WORK REQUIRED |
Only one stretch of the records below is wanted: the lines from the one holding "assert.match(await page.textContent('#games-note'), /Read" through the one holding "assert.ok(await progress.jsonValue());". Return it exactly, both ends included.

--------------------------------

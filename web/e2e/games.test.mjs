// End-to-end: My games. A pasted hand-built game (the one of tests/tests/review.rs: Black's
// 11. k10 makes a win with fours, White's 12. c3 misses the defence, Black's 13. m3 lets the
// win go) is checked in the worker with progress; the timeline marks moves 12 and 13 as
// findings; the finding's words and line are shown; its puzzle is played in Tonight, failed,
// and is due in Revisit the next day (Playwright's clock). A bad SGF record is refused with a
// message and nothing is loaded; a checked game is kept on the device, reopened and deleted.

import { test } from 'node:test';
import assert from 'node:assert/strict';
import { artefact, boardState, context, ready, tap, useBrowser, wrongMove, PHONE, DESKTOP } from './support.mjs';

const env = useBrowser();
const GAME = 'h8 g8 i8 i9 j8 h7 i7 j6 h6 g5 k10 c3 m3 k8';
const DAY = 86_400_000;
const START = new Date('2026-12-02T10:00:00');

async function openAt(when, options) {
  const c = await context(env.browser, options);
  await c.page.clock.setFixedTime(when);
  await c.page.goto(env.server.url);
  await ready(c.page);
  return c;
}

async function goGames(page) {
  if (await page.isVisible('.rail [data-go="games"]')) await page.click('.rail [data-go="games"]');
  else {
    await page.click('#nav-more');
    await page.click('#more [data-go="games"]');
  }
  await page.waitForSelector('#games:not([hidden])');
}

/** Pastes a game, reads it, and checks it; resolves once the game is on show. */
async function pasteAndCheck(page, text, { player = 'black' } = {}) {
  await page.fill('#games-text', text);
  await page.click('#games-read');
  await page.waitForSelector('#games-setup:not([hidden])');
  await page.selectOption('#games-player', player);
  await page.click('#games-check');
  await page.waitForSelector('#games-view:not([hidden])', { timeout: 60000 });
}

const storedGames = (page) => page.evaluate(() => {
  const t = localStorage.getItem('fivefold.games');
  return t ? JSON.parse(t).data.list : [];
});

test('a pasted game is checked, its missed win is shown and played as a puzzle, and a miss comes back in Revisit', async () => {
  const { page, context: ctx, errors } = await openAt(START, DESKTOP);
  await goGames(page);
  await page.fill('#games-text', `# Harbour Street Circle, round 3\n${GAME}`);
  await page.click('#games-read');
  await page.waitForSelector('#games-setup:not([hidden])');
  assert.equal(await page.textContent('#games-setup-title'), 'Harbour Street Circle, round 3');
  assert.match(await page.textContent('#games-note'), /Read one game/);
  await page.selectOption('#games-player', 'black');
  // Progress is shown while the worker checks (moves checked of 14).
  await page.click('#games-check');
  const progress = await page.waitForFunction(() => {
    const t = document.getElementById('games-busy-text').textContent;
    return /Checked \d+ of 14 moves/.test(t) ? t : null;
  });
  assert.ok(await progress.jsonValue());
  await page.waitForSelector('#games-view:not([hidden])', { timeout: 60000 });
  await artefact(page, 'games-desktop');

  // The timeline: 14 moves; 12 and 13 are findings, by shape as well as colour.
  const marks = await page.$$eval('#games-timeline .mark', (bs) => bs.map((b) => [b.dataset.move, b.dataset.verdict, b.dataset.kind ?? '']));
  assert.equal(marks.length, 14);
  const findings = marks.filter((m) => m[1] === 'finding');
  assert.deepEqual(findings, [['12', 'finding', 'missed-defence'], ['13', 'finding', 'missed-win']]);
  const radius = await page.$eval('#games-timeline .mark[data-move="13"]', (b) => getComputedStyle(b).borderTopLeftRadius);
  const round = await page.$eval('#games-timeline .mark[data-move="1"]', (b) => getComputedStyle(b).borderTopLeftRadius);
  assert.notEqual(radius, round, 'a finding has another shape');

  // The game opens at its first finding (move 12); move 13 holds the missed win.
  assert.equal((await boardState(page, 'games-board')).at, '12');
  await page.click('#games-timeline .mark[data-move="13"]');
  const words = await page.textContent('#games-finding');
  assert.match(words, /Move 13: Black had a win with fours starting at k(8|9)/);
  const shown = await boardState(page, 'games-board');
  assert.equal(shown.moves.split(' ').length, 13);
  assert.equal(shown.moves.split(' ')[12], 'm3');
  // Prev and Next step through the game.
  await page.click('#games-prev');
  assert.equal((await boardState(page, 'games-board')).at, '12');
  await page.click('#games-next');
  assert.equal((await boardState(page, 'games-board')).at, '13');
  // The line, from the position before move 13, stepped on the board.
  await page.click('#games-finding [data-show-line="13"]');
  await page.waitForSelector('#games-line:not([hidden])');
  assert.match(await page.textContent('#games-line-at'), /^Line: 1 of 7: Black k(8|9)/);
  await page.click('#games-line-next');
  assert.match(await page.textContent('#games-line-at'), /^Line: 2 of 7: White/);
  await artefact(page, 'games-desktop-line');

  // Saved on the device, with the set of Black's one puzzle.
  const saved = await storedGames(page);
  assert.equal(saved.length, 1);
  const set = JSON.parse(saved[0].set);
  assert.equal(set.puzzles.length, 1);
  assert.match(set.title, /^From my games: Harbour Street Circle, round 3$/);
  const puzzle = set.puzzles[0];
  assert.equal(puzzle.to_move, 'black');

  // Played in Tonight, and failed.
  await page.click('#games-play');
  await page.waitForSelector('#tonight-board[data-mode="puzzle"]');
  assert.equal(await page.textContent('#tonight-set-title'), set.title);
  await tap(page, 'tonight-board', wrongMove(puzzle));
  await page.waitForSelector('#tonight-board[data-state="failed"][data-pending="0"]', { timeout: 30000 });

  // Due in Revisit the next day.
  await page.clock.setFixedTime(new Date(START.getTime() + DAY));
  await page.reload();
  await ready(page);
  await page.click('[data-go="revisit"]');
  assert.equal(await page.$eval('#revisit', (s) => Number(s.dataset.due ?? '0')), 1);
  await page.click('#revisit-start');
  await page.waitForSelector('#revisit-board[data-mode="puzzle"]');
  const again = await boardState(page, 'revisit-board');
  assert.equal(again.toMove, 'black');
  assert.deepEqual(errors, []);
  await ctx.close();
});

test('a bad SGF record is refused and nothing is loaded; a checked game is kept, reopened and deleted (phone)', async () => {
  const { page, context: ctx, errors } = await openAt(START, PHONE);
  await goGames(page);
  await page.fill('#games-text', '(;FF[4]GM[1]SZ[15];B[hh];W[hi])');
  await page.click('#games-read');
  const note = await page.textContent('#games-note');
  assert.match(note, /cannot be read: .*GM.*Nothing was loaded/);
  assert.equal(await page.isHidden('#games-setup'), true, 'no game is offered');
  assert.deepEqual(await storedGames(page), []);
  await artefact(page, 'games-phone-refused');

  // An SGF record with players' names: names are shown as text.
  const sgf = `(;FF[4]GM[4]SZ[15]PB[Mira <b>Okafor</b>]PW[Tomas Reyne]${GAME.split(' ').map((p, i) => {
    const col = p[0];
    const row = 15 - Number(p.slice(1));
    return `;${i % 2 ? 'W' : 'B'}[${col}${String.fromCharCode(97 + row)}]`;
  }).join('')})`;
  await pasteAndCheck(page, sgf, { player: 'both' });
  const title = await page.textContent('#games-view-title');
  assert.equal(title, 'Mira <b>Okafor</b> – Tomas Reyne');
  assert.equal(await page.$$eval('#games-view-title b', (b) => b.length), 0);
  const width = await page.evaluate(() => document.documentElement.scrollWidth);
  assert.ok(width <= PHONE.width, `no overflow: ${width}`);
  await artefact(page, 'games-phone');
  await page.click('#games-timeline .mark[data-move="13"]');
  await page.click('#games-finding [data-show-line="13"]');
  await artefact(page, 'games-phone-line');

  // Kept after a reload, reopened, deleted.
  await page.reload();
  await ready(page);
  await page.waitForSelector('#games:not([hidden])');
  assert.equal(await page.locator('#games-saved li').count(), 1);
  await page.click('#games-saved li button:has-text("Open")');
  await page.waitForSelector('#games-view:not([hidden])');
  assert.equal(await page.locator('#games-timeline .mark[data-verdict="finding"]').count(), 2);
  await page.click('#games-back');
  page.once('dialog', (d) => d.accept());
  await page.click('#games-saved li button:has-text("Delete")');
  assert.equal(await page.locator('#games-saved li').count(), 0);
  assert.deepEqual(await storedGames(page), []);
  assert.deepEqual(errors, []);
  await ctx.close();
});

--------------------------------

REPLY TO THE EXERCISE |
  assert.match(await page.textContent('#games-note'), /Read one game/);
  await page.selectOption('#games-player', 'black');
  // Progress is shown while the worker checks (moves checked of 14).
  await page.click('#games-check');
  const progress = await page.waitForFunction(() => {
    const t = document.getElementById('games-busy-text').textContent;
    return /Checked \d+ of 14 moves/.test(t) ? t : null;
  });
  assert.ok(await progress.jsonValue());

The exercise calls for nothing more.